> **Data supplied**
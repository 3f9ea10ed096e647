import { type Flag, inARow, percent, verb } from "kinetics-core/quantities";
import type { RateLawInput, RateLawRun } from "./rate-law";

/**
 * From the runs as given to the runs that a law can be fitted to: re-readings of one mixture averaged, runs without a
 * usable rate or concentration left out by name, and the choice between logarithms and rates.
 */

/** Above this u/v the logarithm is biased (−2 % at 0.2, −17 % at 0.5): rates themselves are fitted. */
const LARGEST_RELATIVE_ERROR_OF_A_LOGARITHM = 0.2;
const PRECISION_THAT_WEAKENS = 0.1;
/** A rate below zero by more than this many standard errors is no rate of this reaction. */
const LARGEST_NEGATIVE_IN_STANDARD_ERRORS = 3;
/** Recipes closer than this are one recipe: what unit conversion and mixing arithmetic leave. */
export const SAME_CONCENTRATION = 1e-6;

export interface UsableRun {
  readonly label: string;
  readonly readings: readonly string[];
  /** In the order of the species. */
  readonly concentrations: readonly number[];
  readonly rate: number;
  /** Standard error of the rate; 0 where none was given. */
  readonly rateError: number;
  /** Private relative standard uncertainty of each concentration. */
  readonly privateErrors: readonly number[];
  readonly block: string | null;
}

export interface UsableRuns {
  readonly runs: readonly UsableRun[];
  readonly scale: "logarithmic" | "rate";
  readonly flags: readonly Flag[];
}

/** Held order of each species, null where it is free. A held order that is no number counts as free. */
export function heldOrders(input: RateLawInput): readonly (number | null)[] {
  return input.species.map((name) => {
    const order = given(input.orders, name) ?? "free";
    return order === "free" || !Number.isFinite(order) ? null : order;
  });
}

export function usableRuns(input: RateLawInput): UsableRuns {
  const flags: Flag[] = [...duplicateLabels(input.runs)];
  const held = heldOrders(input);
  const complete = input.runs.filter((run) => hasUsableConcentrations(run, input.species, held, flags));
  const averaged = averageReadings(
    complete.map((run) => prepare(run, input.species)),
    complete.map((run) => run.mixture ?? null),
    flags,
  );
  const runs = averaged.filter((run) => hasUsableRate(run, flags));
  const poorest = Math.max(0, ...runs.map(relativeRateError));
  const scale = poorest > LARGEST_RELATIVE_ERROR_OF_A_LOGARITHM ? "rate" : "logarithmic";
  flags.push(...ratePrecision(runs));
  return { runs, scale, flags };
}

/** u/v; infinite for a rate that is not above zero, 0 where no standard error was given. */
function relativeRateError(run: UsableRun): number {
  return run.rate > 0 ? run.rateError / run.rate : Number.POSITIVE_INFINITY;
}

function duplicateLabels(runs: readonly RateLawRun[]): readonly Flag[] {
  const seen = new Set<string>();
  const twice = new Set<string>();
  for (const { label } of runs) (seen.has(label) ? twice : seen).add(label);
  if (twice.size === 0) return [];
  const names = [...twice];
  return [
    {
      code: "duplicate-label",
      severity: "weakens",
      message: `More than one run is called ${inARow(names)}, so findings and shared errors that name ${verb(names.length, "it", "them")} mean all of those runs. Give each run a label of its own.`,
    },
  ];
}

function hasUsableConcentrations(
  run: RateLawRun,
  species: readonly string[],
  held: readonly (number | null)[],
  flags: Flag[],
): boolean {
  const wanted = species.filter((_, i) => held[i] !== 0);
  const missing = wanted.filter((name) => numberGiven(run.concentrations, name) === undefined);
  if (missing.length > 0) {
    flags.push({
      code: "concentration-missing",
      severity: "blocks",
      message: `${run.label} has no concentration of ${inARow(missing)} and is not in the fit. Give it, or set the run aside.`,
    });
    return false;
  }
  const negative = wanted.filter((name) => (numberGiven(run.concentrations, name) ?? 0) < 0);
  if (negative.length > 0) {
    flags.push({
      code: "concentration-negative",
      severity: "blocks",
      message: `${run.label} has a concentration of ${inARow(negative)} below zero and is not in the fit. Correct it, or set the run aside.`,
    });
    return false;
  }
  const absent = wanted.filter((name) => numberGiven(run.concentrations, name) === 0);
  if (absent.length > 0) {
    flags.push({
      code: "concentration-zero",
      severity: "weakens",
      message: `${run.label} holds no ${absent.join(" and no ")}: a law of powers gives it no rate, so it is not in the fit. Use it as a blank and set it aside, or hold that order at 0.`,
    });
    return false;
  }
  return true;
}

function prepare(run: RateLawRun, species: readonly string[]): UsableRun {
  return {
    label: run.label,
    readings: [run.label],
    concentrations: species.map((name) => numberGiven(run.concentrations, name) ?? 0),
    rate: run.rate,
    rateError: positiveOrZero(run.rateStandardError),
    privateErrors: species.map((name) => positiveOrZero(numberGiven(run.relativeUncertainty, name))),
    block: run.block ?? null,
  };
}

/** What an object holds itself: every object answers to names such as "constructor". */
function given<T>(record: Readonly<Record<string, T>> | undefined, name: string): T | undefined {
  return record !== undefined && Object.hasOwn(record, name) ? record[name] : undefined;
}

function numberGiven(record: Readonly<Record<string, number>> | undefined, name: string): number | undefined {
  const value = given(record, name);
  return value !== undefined && Number.isFinite(value) ? value : undefined;
}

function positiveOrZero(value: number | undefined): number {
  return value !== undefined && Number.isFinite(value) && value > 0 ? value : 0;
}

/**
 * Readings of one mixture count as one run: their rates are averaged on the rate scale, their own errors are
 * independent, the errors of the mixture stay.
 */
function averageReadings(
  runs: readonly UsableRun[],
  mixtures: readonly (string | null)[],
  flags: Flag[],
): readonly UsableRun[] {
  const groups = new Map<string, UsableRun[]>();
  const result: (UsableRun | UsableRun[])[] = [];
  runs.forEach((run, i) => {
    const mixture = mixtures[i] ?? null;
    const group = mixture === null ? undefined : groups.get(mixture);
    if (mixture === null) result.push(run);
    else if (group === undefined) {
      const started = [run];
      groups.set(mixture, started);
      result.push(started);
    } else group.push(run);
  });
  for (const [mixture, group] of groups) {
    if (!group.every((run) => sameRecipe(run, group[0] ?? run)))
      flags.push({
        code: "mixture-differs",
        severity: "weakens",
        message: `${inARow(group.map((run) => run.label))} are given as readings of the mixture ${mixture}, but their concentrations differ. They count as separate runs until the concentrations or the mixture's name are corrected.`,
      });
  }
  return result.flatMap((one) => {
    if (!Array.isArray(one)) return [one];
    const first = one[0];
    if (first === undefined) return [];
    return one.every((run) => sameRecipe(run, first)) ? [averageOf(one, first)] : one;
  });
}

function sameRecipe(a: UsableRun, b: UsableRun): boolean {
  return a.concentrations.every((value, i) => sameConcentration(value, b.concentrations[i] ?? 0));
}

export function sameConcentration(a: number, b: number): boolean {
  return Math.abs(a - b) <= SAME_CONCENTRATION * Math.max(Math.abs(a), Math.abs(b));
}

function averageOf(readings: readonly UsableRun[], first: UsableRun): UsableRun {
  if (readings.length === 1) return first;
  const known = readings.map((run) => run.rateError).filter((error) => error > 0);
  const meanSquare = known.reduce((sum, error) => sum + error ** 2, 0) / Math.max(known.length, 1);
  return {
    ...first,
    label: readings.map((run) => run.label).join(" + "),
    readings: readings.map((run) => run.label),
    rate: readings.reduce((sum, run) => sum + run.rate, 0) / readings.length,
    rateError: Math.sqrt(meanSquare / readings.length),
  };
}

/**
 * A rate at or below zero has no logarithm. Where its standard error allows for a true rate above zero it still counts
 * on the rate scale; otherwise the run is left out by name.
 */
function hasUsableRate(run: UsableRun, flags: Flag[]): boolean {
  if (!Number.isFinite(run.rate)) {
    flags.push({
      code: "rate-missing",
      severity: "blocks",
      message: `${run.label} has no rate that is a number and is not in the fit. Give its rate, or set the run aside.`,
    });
    return false;
  }
  if (run.rate > 0) return true;
  if (run.rateError > 0 && run.rate > -LARGEST_NEGATIVE_IN_STANDARD_ERRORS * run.rateError) return true;
  const sign = run.rate === 0 ? "zero" : "below zero";
  const why = run.rateError > 0 ? "by more than its standard error allows" : "without a standard error";
  flags.push({
    code: "rate-not-positive",
    severity: "blocks",
    message: `The rate of ${run.label} is ${sign} ${why}: it has no logarithm and is not in the fit. Check the sign of the signal and the window, give the rate's standard error, or set the run aside.`,
  });
  return false;
}

function ratePrecision(runs: readonly UsableRun[]): readonly Flag[] {
  const without = runs.filter((run) => relativeRateError(run) > LARGEST_RELATIVE_ERROR_OF_A_LOGARITHM);
  const poor = runs.filter((run) => relativeRateError(run) > PRECISION_THAT_WEAKENS);
  if (without.length > 0)
    return [
      {
        code: "rate-scale",
        severity: "weakens",
        message: `${precisionInWords(without)}: too uncertain for a logarithm, so the law was fitted to the rates themselves. More points or a longer trace would make ${verb(without.length, "it", "them")} count.`,
      },
    ];
  if (poor.length === 0) return [];
  return [
    {
      code: "rate-precision",
      severity: "weakens",
      message: `${precisionInWords(poor)}. More points or a longer trace would make ${verb(poor.length, "it", "them")} count for more.`,
    },
  ];
}

/** "The rate of run 3 is known to 14 %", "The rates of run 3 and run 5 are known to 14 and 16 %; that of …". */
function precisionInWords(runs: readonly UsableRun[]): string {
  const known = runs.filter((run) => run.rate > run.rateError);
  const lost = runs.filter((run) => run.rate <= run.rateError);
  const parts: string[] = [];
  if (known.length > 0)
    parts.push(
      `The ${verb(known.length, "rate", "rates")} of ${inARow(known.map((run) => run.label))} ${verb(known.length, "is", "are")} known to ${precisions(known)}`,
    );
  if (lost.length > 0)
    parts.push(
      `${parts.length > 0 ? "the" : "The"} ${verb(lost.length, "rate", "rates")} of ${inARow(lost.map((run) => run.label))} cannot be told from zero`,
    );
  return parts.join("; ");
}

/** "14 %", or "14 to 30 %" for runs that differ. */
function precisions(runs: readonly UsableRun[]): string {
  const relative = runs.map((run) => run.rateError / run.rate);
  const least = percent(Math.min(...relative));
  const most = percent(Math.max(...relative));
  return least === most ? least : `${least.replace(/\s*%$/, "")} to ${most}`;
}
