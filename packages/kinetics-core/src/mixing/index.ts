export { type ConcentrationPlace, concentrationBudget, concentrationCovariance } from "./covariance";
export { forRateLaw, type RateLawMixtures } from "./for-rate-law";
export { mixRuns } from "./mix-runs";
export type {
  Composition,
  Device,
  ErrorSource,
  MeasuredVolume,
  MixedRow,
  MixedSolution,
  Mixing,
  MixingInput,
  MixingRefusal,
  Portion,
  RefusedRow,
  RunMixture,
  Solute,
  Stock,
  Total,
} from "./mixing";
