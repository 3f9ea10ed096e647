import { fSurvival, normalQuantile, studentTSurvival } from "kinetics-core/distributions";
import { type Flag, inARow, percent, printNumber } from "kinetics-core/quantities";
import type { OrdersFit } from "./fit-orders";
import { groupsByRecipe } from "./pairs";
import type { LackOfFit, RateLawFit } from "./rate-law";
import type { UsableRun } from "./usable-runs";

/** What the residuals say: runs that depart, runs that cannot be checked, replicates that disagree, lack of fit. */

/** From here on a run's residual is fixed by the fit and says nothing. */
const LEVERAGE_BEYOND_CHECK = 0.99;
const FAMILY_LEVEL = 0.05;
const LACK_OF_FIT_LEVEL = 0.01;
/** Replicates closer than this, relative, differ by rounding: their scatter is not known, however small it looks. */
const ROUNDING_OF_A_RATE = 1e-12;

export function residualRows(fit: OrdersFit): RateLawFit["residuals"] {
  const greatest = 1 / Math.min(...fit.ownVariances);
  return fit.runs.map((run, j) => ({
    label: run.label,
    readings: run.readings,
    residual: fit.residuals[j] ?? 0,
    weight: 1 / (fit.ownVariances[j] ?? 1) / greatest,
    leverage: fit.solution.leverage[j] ?? 1,
    studentised: deletedStudentised(fit, j),
  }));
}

/**
 * Residual of a run from the law fitted without it, over its standard error with s from the other runs: with
 * t = (Py)_j/(s √P_jj), t* = t √((ν − 1)/(ν − t²)) is Student's t with ν − 1 degrees of freedom.
 */
function deletedStudentised(fit: OrdersFit, run: number): number | null {
  const freedom = fit.degreesOfFreedom;
  if (fit.scale === null || freedom < 2 || fit.exact) return null;
  if ((fit.solution.leverage[run] ?? 1) >= LEVERAGE_BEYOND_CHECK) return null;
  const diagonal = fit.solution.projectionDiagonal[run] ?? 0;
  const inner = (fit.solution.projected[run] ?? 0) / Math.sqrt(fit.scale * diagonal);
  const rest = freedom - inner ** 2;
  // All scatter sits in this one run: without it the others would be exact.
  if (rest <= 1e-9) return null;
  return inner * Math.sqrt((freedom - 1) / rest);
}

/** ln of a rate over the law's as "12 % above" or "a factor of 30 below"; a percentage of thousands says nothing. */
function distanceInWords(residual: number): string {
  const side = residual > 0 ? "above" : "below";
  const away = Math.abs(residual);
  if (away < Math.LN2) return `${percent(Math.abs(Math.expm1(residual)))} ${side}`;
  const decades = away / Math.LN10;
  return decades < 300
    ? `a factor of ${printNumber(Math.exp(away), 2)} ${side}`
    : `more than 300 powers of ten ${side}`;
}

export function residualFlags(fit: OrdersFit, rows: RateLawFit["residuals"]): readonly Flag[] {
  const flags: Flag[] = [];
  const tested = rows.filter((row) => row.studentised !== null).length;
  for (const row of rows) {
    if (row.studentised === null) continue;
    const pValue = 2 * studentTSurvival(Math.abs(row.studentised), fit.degreesOfFreedom - 1);
    if (pValue * tested >= FAMILY_LEVEL) continue;
    flags.push({
      code: "influential-run",
      severity: "weakens",
      message: `${row.label} lies ${distanceInWords(row.residual)} the law, ${Math.abs(row.studentised).toFixed(1)} standard errors from what the other runs foretell. Look at its trace and recipe; if there is a reason, set it aside.`,
    });
  }
  const unchecked = rows.filter((row) => row.leverage >= LEVERAGE_BEYOND_CHECK).map((row) => row.label);
  if (unchecked.length > 0 && fit.degreesOfFreedom > 0)
    flags.push({
      code: "run-unchecked",
      severity: "note",
      message: `${inARow(unchecked)} cannot be checked: no other run shares what ${unchecked.length === 1 ? "it tells" : "they tell"}. A repeat would.`,
    });
  return flags;
}

/**
 * One finding for each recipe whose most distant replicates differ by more than their scatter allows: |Δ ln v| over
 * 2.77 √(mean u² + τ̂²) for a single pair (1.96·√2: one case of twenty), the factor rising with the number of pairs in
 * the study so that one clean study of twenty is named, not every one (Bonferroni).
 */
export function replicateFlags(fit: OrdersFit): readonly Flag[] {
  const scatter = fit.betweenRuns;
  if (scatter === null || fit.exact) return [];
  const groups = replicateGroups(fit);
  const pairs = groups.reduce((sum, group) => sum + (group.length * (group.length - 1)) / 2, 0);
  if (pairs === 0) return [];
  const factor = Math.SQRT2 * normalQuantile(1 - FAMILY_LEVEL / 2 / pairs);
  return groups.flatMap((group): readonly Flag[] => {
    const sorted = group.filter((run) => run.rate > 0).sort((a, b) => a.rate - b.rate);
    const low = sorted[0];
    const high = sorted.at(-1);
    if (low === undefined || high === undefined || low === high) return [];
    const difference = Math.log(high.rate / low.rate);
    const stated = [low, high].reduce((sum, run) => sum + statedVariance(fit, run), 0) / 2;
    if (difference <= factor * Math.sqrt(stated + scatter)) return [];
    return [
      {
        code: "replicates-disagree",
        severity: "weakens",
        message: `${low.label} and ${high.label} repeat one recipe but their rates differ by ${percent(Math.expm1(difference))}, more than their scatter allows. Repeat it once more, or set one aside with a reason.`,
      },
    ];
  });
}

function statedVariance(fit: OrdersFit, run: UsableRun): number {
  return run.privateErrors.reduce(
    (sum, error, i) => sum + ((fit.orders[i] ?? 0) * error) ** 2,
    (run.rateError / run.rate) ** 2,
  );
}

function replicateGroups(fit: OrdersFit): readonly (readonly UsableRun[])[] {
  return groupsByRecipe(fit.runs, (run) => run.concentrations).filter((group) => group.length > 1);
}

/**
 * F-test of the law against the replicates' own scatter, with the weights of the fit. Null without replicates, without
 * recipes to spare, or where errors shared by some runs or blocks tie the runs together.
 */
export function lackOfFit(fit: OrdersFit): LackOfFit | null {
  if (fit.exact || fit.blocks.length > 0 || fit.shared.some((error) => error.runs !== null)) return null;
  const recipes = groupsByRecipe(fit.runs, (run) => run.concentrations);
  const pureFreedom = fit.runs.length - recipes.length;
  const lackFreedom = recipes.length - fit.design.terms.columns;
  if (pureFreedom < 1 || lackFreedom < 1) return null;
  const place = new Map(fit.runs.map((run, j) => [run, j]));
  let pure = 0;
  let rounding = 0;
  for (const group of recipes) {
    const members = group.map((run) => place.get(run) ?? 0);
    const weight = (j: number) => 1 / (fit.ownVariances[j] ?? 1);
    const total = members.reduce((sum, j) => sum + weight(j), 0);
    // Runs of one recipe have one fitted value, so residuals serve as well as ln v.
    const centre = members.reduce((sum, j) => sum + weight(j) * (fit.residuals[j] ?? 0), 0) / total;
    rounding += total * ROUNDING_OF_A_RATE ** 2;
    pure += members.reduce((sum, j) => sum + weight(j) * ((fit.residuals[j] ?? 0) - centre) ** 2, 0);
  }
  if (!(pure > rounding)) return null;
  const lack = Math.max(0, fit.solution.weightedSumOfSquares - pure);
  const fStatistic = lack / lackFreedom / (pure / pureFreedom);
  return {
    fStatistic,
    degreesOfFreedom: [lackFreedom, pureFreedom],
    pValue: fSurvival(fStatistic, lackFreedom, pureFreedom),
  };
}

export function lackOfFitFlags(test: LackOfFit | null): readonly Flag[] {
  if (test === null || test.pValue >= LACK_OF_FIT_LEVEL) return [];
  return [
    {
      code: "lack-of-fit",
      severity: "weakens",
      message: `The law misses its runs by more than replicates differ among themselves (F = ${test.fStatistic.toFixed(1)} with ${test.degreesOfFreedom[0]} and ${test.degreesOfFreedom[1]} degrees of freedom): another form of the law, or an influence that was not recorded.`,
    },
  ];
}
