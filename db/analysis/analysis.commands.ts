import type { Kysely } from "kysely";
import type { Database } from "../database";

export interface KeptAnalysis {
  readonly hash: string;
  readonly kind: string;
  readonly result: unknown;
}

/**
 * Keeps computed results, all in one transaction, and drops what another version of the library made: it would
 * never be read again. Results are no data: they carry no audit entry and may vanish.
 */
export async function keepAnalyses(
  db: Kysely<Database>,
  coreVersion: string,
  analyses: readonly KeptAnalysis[],
  now = new Date(),
): Promise<void> {
  if (analyses.length === 0) return;
  await db.transaction().execute(async (trx) => {
    await trx.deleteFrom("analysis").where("core_version", "!=", coreVersion).execute();
    for (const { hash, kind, result } of analyses) {
      const json = JSON.stringify(result);
      await trx
        .insertInto("analysis")
        .values({
          hash,
          kind,
          core_version: coreVersion,
          json,
          bytes: Buffer.byteLength(json),
          last_used_at: now.toISOString(),
        })
        .onConflict((conflict) => conflict.column("hash").doNothing())
        .execute();
    }
  });
}
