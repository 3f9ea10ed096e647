import { correlatedLeastSquares, leastSquares, matrixFromColumns } from "kinetics-core/linear-algebra";
import { randomDraws } from "kinetics-core/random";
import { describe, expect, it } from "vitest";
import { varianceComponents } from "./restricted-likelihood";

const logarithms = [-1.5, -1, -0.5, 0, 0.5, 1, 1.5, -1.5, 0, 1.5];
const terms = matrixFromColumns([logarithms.map(() => 1), logarithms]);
const stated = [1e-4, 4e-4, 1e-2, 1e-4, 9e-4, 1e-4, 2.5e-3, 1e-4, 1e-4, 4e-4];

function response(seed: number, scatter: number): readonly number[] {
  const deviate = randomDraws(seed).normal;
  return logarithms.map((x, j) => 0.3 + x + Math.sqrt((stated[j] ?? 0) + scatter ** 2) * deviate());
}

/** −2 ln L_R for one straight line with V diagonal, from sums alone: no matrix code of the library. */
function deviance(y: readonly number[], variance: number): number {
  const w = stated.map((value) => 1 / (value + variance));
  const sum = (f: (j: number) => number) => w.reduce((total, weight, j) => total + weight * f(j), 0);
  const s0 = sum(() => 1);
  const s1 = sum((j) => logarithms[j] ?? 0);
  const s2 = sum((j) => (logarithms[j] ?? 0) ** 2);
  const t0 = sum((j) => y[j] ?? 0);
  const t1 = sum((j) => (y[j] ?? 0) * (logarithms[j] ?? 0));
  const determinant = s0 * s2 - s1 ** 2;
  const a = (s2 * t0 - s1 * t1) / determinant;
  const b = (s0 * t1 - s1 * t0) / determinant;
  const residual = sum((j) => ((y[j] ?? 0) - a - b * (logarithms[j] ?? 0)) ** 2);
  return residual + Math.log(determinant) - w.reduce((total, weight) => total + Math.log(weight), 0);
}

/** The least on a grid that is refined five times: slow, and sure to find it. */
function gridLeast(y: readonly number[]): number {
  const coarse = [0, ...Array.from({ length: 4000 }, (_, i) => 1e-9 * 10 ** (i / 400))];
  const least = (values: readonly number[]) =>
    values.reduce((best, value) => (deviance(y, value) < deviance(y, best) ? value : best), values[0] ?? 0);
  let best = least(coarse);
  if (best === 0) return 0;
  let width = best * 0.01;
  for (let round = 0; round < 3; round++) {
    const from = best;
    best = least(Array.from({ length: 401 }, (_, i) => Math.max(0, from + width * (i / 200 - 1))));
    width /= 50;
  }
  return best;
}

describe("variance between runs by restricted likelihood", () => {
  it.each([
    [11, 0],
    [12, 0.01],
    [13, 0.03],
    [14, 0.1],
    [15, 0.3],
    [16, 0.01],
    [17, 0],
  ])("seed %i, true scatter %d: the same as an independent search on a grid", (seed, scatter) => {
    const y = response(seed, scatter);
    const found = varianceComponents({ terms, response: y, stated, shared: [], blocks: [] }).betweenRuns;
    const searched = gridLeast(y);
    expect(Math.abs(found - searched)).toBeLessThanOrEqual(2e-4 * searched + 1e-12);
    expect(deviance(y, found)).toBeLessThanOrEqual(deviance(y, searched) + 1e-9);
  });

  it("with equal stated errors is what the residual variance exceeds them by, and zero where it does not", () => {
    const y = response(21, 0.05);
    const { residualSumOfSquares } = leastSquares(terms, y);
    const variance = residualSumOfSquares / (logarithms.length - 2);
    const equal = (value: number) =>
      varianceComponents({ terms, response: y, stated: stated.map(() => value), shared: [], blocks: [] })
        .betweenRuns;
    expect(equal(0)).toBeCloseTo(variance, 14);
    expect(equal(variance / 3)).toBeCloseTo((variance * 2) / 3, 14);
    expect(equal(variance * 3)).toBe(0);
    // The iterative way agrees with the closed form.
    const almost = stated.map((_, j) => (variance / 3) * (1 + (j % 2 === 0 ? 1e-9 : -1e-9)));
    const iterated = varianceComponents({
      terms,
      response: y,
      stated: almost,
      shared: [],
      blocks: [],
    }).betweenRuns;
    expect(iterated / ((variance * 2) / 3)).toBeCloseTo(1, 6);
  });
});

describe("variance between blocks", () => {
  const blocks = [
    [0, 1, 2],
    [3, 4, 5],
    [6, 7],
    [8, 9],
  ];

  it("finds the least of the restricted deviance over both variances, as a grid over both shows", () => {
    const deviate = randomDraws(31).normal;
    const own = [0.15, -0.1, 0.12, -0.2];
    const y = logarithms.map(
      (x, j) => x + (own[blocks.findIndex((members) => members.includes(j))] ?? 0) + 0.02 * deviate(),
    );
    const at = (runs: number, between: number) =>
      correlatedLeastSquares(
        terms,
        y,
        stated.map((value) => value + runs),
        between === 0
          ? []
          : blocks.map((members) => logarithms.map((_, j) => (members.includes(j) ? Math.sqrt(between) : 0))),
      ).restrictedDeviance;
    const found = varianceComponents({ terms, response: y, stated, shared: [], blocks });
    const least = at(found.betweenRuns, found.betweenBlocks);
    expect(found.betweenBlocks).toBeGreaterThan(0.005);
    const grid = [0, ...Array.from({ length: 41 }, (_, i) => 1e-6 * 10 ** (i / 8))];
    for (const runs of grid)
      for (const between of grid) expect(at(runs, between)).toBeGreaterThan(least - 1e-9);
  });

  it("stays under the scatter of the runs where blocks differ by no more than runs do", () => {
    const deviate = randomDraws(33).normal;
    const y = logarithms.map((x) => x + 0.05 * deviate());
    const { betweenBlocks } = varianceComponents({ terms, response: y, stated, shared: [], blocks });
    expect(betweenBlocks).toBeLessThan(1e-3);
  });
});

> **Work required**
Scan the data, and report each line that uses the word "complete".

> **Response area**
  const complete = input.runs.filter((run) => hasUsableConcentrations(run, input.species, held, flags));
    complete.map((run) => prepare(run, input.species)),
    complete.map((run) => run.mixture ?? null),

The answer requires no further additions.